* _RECORD EXCERPTS_:
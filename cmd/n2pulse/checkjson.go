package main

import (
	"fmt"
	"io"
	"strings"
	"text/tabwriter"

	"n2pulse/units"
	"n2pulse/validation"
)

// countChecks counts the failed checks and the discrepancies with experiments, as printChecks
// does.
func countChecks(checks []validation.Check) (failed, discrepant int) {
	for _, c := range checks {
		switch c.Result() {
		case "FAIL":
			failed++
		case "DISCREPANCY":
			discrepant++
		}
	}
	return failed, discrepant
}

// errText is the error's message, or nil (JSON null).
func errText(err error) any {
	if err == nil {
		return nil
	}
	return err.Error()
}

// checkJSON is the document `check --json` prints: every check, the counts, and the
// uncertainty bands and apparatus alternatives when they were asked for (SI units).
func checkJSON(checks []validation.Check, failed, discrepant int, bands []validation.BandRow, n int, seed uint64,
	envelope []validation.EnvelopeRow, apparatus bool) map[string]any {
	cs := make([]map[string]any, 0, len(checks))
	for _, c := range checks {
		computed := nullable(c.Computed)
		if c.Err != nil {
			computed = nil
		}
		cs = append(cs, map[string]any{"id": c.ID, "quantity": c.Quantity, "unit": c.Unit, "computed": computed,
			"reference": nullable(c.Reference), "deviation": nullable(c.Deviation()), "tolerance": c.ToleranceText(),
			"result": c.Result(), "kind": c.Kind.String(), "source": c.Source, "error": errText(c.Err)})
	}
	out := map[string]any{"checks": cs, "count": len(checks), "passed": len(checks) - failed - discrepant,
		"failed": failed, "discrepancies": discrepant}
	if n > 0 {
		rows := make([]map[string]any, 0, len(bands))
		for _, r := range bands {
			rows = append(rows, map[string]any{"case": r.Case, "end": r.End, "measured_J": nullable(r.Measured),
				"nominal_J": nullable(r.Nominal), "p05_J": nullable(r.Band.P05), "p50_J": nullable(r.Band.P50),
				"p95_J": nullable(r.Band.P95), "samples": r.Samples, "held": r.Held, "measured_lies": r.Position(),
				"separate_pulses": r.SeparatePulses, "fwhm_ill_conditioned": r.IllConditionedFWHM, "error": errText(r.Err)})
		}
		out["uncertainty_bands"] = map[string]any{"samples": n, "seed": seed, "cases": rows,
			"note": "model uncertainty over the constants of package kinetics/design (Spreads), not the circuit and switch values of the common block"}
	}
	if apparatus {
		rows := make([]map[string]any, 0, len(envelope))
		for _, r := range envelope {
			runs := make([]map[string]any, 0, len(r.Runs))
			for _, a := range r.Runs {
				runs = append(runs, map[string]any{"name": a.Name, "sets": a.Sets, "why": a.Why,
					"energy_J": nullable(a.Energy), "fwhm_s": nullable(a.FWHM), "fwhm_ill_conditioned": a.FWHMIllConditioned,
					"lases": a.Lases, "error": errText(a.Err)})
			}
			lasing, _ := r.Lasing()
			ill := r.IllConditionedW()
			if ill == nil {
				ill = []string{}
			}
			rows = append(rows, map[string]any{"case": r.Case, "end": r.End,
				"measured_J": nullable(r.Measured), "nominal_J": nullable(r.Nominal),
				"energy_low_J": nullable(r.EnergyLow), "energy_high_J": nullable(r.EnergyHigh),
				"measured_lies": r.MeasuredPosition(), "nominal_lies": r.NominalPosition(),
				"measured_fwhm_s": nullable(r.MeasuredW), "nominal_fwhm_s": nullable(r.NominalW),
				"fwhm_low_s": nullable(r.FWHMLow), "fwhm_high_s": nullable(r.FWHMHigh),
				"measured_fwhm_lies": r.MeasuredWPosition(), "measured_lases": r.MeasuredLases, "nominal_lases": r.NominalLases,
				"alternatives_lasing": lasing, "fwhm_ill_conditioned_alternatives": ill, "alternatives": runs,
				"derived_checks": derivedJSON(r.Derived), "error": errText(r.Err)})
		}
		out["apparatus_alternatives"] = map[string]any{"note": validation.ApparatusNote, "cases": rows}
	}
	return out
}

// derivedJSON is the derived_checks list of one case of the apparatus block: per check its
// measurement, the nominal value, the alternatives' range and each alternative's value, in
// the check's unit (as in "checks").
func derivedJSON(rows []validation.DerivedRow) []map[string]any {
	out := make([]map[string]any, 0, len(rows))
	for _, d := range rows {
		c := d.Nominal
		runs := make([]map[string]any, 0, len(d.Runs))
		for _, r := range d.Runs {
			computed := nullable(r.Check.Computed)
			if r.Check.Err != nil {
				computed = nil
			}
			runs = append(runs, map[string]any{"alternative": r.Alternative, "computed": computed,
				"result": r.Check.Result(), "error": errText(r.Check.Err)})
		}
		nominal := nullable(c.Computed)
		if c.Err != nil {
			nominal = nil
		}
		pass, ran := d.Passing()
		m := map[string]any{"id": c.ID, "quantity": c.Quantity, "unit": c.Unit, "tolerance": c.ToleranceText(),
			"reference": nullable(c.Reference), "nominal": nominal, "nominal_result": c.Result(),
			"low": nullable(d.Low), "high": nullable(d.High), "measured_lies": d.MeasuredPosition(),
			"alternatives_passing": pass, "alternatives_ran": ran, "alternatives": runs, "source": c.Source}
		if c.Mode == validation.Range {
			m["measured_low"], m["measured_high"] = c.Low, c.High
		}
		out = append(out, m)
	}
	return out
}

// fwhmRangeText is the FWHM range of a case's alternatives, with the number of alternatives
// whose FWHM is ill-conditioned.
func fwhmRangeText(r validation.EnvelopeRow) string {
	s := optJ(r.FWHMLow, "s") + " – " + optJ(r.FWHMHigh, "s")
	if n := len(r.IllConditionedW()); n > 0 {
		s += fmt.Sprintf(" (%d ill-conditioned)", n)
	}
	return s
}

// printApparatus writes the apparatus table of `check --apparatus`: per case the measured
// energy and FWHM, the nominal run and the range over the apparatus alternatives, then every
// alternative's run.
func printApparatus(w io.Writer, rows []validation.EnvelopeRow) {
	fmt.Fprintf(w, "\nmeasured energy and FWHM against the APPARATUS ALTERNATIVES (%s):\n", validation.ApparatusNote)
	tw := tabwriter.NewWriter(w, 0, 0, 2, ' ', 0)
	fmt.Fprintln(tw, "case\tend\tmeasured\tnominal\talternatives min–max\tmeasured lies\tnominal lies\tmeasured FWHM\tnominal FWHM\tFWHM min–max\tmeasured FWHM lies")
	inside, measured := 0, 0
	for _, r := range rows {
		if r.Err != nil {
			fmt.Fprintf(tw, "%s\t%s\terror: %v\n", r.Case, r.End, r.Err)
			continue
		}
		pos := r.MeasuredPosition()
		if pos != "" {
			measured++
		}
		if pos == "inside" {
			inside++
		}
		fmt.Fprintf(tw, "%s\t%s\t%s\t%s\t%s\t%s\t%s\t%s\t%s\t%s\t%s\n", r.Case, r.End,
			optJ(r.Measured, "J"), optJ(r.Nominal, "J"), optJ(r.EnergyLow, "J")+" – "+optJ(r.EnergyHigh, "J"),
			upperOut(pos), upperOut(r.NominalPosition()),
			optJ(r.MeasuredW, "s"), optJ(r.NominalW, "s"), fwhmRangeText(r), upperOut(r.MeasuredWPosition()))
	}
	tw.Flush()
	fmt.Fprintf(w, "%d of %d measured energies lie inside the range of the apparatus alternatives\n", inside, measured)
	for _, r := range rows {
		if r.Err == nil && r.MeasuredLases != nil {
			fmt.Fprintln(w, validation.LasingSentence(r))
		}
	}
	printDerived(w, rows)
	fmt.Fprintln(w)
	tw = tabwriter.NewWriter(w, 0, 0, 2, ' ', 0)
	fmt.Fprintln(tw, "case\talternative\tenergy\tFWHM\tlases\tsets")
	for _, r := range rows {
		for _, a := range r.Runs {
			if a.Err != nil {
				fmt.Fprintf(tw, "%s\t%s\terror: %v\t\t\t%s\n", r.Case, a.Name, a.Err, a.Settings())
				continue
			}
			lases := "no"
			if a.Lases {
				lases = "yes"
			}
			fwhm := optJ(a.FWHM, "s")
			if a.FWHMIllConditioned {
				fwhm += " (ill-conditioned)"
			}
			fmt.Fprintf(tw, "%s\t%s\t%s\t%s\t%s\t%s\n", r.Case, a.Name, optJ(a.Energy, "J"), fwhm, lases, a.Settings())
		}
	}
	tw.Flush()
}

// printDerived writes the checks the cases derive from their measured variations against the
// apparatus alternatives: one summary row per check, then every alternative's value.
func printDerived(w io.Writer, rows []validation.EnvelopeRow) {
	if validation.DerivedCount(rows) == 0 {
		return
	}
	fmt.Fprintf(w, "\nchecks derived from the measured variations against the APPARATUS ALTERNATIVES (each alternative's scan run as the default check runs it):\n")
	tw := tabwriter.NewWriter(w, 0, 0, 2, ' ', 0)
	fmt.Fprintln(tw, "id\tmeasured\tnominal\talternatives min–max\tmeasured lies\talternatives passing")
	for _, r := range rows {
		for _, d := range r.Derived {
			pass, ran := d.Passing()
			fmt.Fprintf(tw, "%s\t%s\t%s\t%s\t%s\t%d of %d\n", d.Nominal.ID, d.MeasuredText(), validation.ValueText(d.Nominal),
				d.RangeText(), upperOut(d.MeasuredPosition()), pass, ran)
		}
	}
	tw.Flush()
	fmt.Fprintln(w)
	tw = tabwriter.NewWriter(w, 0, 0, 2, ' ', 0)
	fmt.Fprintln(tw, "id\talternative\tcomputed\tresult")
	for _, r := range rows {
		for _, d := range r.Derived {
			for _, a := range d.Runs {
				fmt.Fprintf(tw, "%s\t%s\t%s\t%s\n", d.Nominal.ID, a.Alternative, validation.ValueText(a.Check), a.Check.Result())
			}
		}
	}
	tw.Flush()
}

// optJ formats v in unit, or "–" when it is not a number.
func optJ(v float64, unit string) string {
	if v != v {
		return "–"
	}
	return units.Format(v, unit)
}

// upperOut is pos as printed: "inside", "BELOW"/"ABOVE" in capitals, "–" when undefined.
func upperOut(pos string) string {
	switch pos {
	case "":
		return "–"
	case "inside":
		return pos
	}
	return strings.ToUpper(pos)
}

* _PROMPT_:
Your answer should consist of each line above in which "against" appears.

* _TASK ANSWER_:
	fmt.Fprintf(w, "\nmeasured energy and FWHM against the APPARATUS ALTERNATIVES (%s):\n", validation.ApparatusNote)
// printDerived writes the checks the cases derive from their measured variations against the
	fmt.Fprintf(w, "\nchecks derived from the measured variations against the APPARATUS ALTERNATIVES (each alternative's scan run as the default check runs it):\n")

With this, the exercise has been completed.